[Dataset items]
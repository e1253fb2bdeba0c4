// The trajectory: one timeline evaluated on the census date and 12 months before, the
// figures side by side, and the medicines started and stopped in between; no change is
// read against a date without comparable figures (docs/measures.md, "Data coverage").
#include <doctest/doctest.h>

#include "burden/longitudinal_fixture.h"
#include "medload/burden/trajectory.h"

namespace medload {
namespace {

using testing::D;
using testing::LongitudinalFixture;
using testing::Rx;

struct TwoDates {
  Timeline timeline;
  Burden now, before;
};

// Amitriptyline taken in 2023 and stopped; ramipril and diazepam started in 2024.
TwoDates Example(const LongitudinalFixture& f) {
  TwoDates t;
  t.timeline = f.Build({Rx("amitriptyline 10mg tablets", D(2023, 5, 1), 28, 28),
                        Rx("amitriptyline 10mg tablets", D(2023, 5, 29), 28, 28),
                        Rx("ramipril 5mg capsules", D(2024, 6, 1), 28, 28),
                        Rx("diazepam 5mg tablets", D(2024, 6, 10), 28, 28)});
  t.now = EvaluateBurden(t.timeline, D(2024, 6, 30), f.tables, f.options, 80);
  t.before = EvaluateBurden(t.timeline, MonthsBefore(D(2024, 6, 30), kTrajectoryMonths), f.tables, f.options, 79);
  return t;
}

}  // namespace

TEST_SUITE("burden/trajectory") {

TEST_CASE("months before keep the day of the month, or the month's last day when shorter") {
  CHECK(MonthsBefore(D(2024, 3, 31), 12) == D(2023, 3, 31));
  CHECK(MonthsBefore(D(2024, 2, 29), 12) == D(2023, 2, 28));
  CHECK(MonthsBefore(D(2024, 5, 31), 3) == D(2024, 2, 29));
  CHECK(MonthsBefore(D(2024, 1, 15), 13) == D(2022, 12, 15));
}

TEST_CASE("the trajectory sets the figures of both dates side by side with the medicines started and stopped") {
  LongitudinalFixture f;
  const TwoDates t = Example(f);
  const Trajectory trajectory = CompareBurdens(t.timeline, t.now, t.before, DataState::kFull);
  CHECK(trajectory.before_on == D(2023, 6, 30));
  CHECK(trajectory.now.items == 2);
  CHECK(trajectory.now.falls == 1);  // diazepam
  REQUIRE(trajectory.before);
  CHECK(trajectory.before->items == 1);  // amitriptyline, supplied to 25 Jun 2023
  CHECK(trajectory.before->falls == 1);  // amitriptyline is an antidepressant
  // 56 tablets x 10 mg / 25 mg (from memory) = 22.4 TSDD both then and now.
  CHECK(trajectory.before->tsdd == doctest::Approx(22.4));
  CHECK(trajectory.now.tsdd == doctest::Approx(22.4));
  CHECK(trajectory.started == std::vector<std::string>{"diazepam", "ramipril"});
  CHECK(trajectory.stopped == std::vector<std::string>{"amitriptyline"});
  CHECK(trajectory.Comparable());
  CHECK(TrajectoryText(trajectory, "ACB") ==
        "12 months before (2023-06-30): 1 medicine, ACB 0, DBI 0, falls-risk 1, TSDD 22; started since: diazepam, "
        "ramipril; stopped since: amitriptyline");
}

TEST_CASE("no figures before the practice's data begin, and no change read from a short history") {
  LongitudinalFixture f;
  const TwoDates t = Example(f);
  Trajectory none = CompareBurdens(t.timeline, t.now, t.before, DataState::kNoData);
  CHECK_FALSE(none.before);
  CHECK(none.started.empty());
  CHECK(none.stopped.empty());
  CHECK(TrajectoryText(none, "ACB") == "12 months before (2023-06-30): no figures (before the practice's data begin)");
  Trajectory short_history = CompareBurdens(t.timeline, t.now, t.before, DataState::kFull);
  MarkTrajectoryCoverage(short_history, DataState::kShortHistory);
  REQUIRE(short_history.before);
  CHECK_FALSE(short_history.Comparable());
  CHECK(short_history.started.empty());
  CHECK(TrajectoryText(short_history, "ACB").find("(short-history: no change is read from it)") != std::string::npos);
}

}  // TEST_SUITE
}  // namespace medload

...

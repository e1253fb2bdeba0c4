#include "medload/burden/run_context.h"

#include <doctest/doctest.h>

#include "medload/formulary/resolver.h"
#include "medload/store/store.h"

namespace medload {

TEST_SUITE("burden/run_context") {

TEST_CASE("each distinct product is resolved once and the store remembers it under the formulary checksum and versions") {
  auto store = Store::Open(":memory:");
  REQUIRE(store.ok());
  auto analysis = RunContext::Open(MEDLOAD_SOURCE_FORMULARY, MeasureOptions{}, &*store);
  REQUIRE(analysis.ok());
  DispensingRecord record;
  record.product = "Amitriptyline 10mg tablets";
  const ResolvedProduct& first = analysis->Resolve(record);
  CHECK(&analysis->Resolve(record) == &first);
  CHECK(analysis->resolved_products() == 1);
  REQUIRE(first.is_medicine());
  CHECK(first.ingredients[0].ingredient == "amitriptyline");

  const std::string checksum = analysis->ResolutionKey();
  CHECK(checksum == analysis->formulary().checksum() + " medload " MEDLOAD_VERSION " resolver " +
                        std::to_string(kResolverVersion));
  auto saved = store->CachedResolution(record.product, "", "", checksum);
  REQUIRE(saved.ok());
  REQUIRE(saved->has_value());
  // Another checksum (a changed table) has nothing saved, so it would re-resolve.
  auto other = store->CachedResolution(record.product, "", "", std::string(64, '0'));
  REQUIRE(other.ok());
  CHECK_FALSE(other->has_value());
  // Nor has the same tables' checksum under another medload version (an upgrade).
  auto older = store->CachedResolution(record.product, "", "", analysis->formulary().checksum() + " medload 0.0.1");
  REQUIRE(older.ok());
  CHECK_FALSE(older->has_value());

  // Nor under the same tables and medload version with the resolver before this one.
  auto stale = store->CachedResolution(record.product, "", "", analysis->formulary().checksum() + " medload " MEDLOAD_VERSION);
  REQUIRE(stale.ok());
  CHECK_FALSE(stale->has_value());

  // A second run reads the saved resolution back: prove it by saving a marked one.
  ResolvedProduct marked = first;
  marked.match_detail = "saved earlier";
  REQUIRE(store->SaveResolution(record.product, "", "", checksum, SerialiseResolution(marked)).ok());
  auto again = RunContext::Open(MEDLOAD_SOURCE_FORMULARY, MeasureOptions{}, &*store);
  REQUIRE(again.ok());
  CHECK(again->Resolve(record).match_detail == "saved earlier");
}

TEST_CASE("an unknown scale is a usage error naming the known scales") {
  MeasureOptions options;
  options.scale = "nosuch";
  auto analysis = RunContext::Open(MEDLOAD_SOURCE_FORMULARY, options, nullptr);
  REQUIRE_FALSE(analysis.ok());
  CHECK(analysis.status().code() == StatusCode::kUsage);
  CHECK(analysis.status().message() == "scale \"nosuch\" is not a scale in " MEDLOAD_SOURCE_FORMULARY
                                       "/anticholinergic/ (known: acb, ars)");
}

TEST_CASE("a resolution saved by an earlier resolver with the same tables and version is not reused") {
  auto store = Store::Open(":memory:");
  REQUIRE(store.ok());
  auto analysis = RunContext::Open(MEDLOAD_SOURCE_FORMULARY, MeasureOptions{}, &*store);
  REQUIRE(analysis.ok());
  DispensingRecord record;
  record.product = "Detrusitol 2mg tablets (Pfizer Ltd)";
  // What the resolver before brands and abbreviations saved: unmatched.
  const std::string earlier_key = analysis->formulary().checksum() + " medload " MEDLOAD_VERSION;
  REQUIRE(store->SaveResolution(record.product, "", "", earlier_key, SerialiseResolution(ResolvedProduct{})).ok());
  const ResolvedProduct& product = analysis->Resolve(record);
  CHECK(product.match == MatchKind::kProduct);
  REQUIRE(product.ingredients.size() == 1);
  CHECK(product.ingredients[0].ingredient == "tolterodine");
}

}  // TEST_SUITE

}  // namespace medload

■ Task instructions ■
From the entries above, select each line containing the string "const".

■ Response to this task ■
TwoDates Example(const LongitudinalFixture& f) {
  const TwoDates t = Example(f);
  const Trajectory trajectory = CompareBurdens(t.timeline, t.now, t.before, DataState::kFull);
  const TwoDates t = Example(f);
  const ResolvedProduct& first = analysis->Resolve(record);
  const std::string checksum = analysis->ResolutionKey();
  const std::string earlier_key = analysis->formulary().checksum() + " medload " MEDLOAD_VERSION;
  const ResolvedProduct& product = analysis->Resolve(record);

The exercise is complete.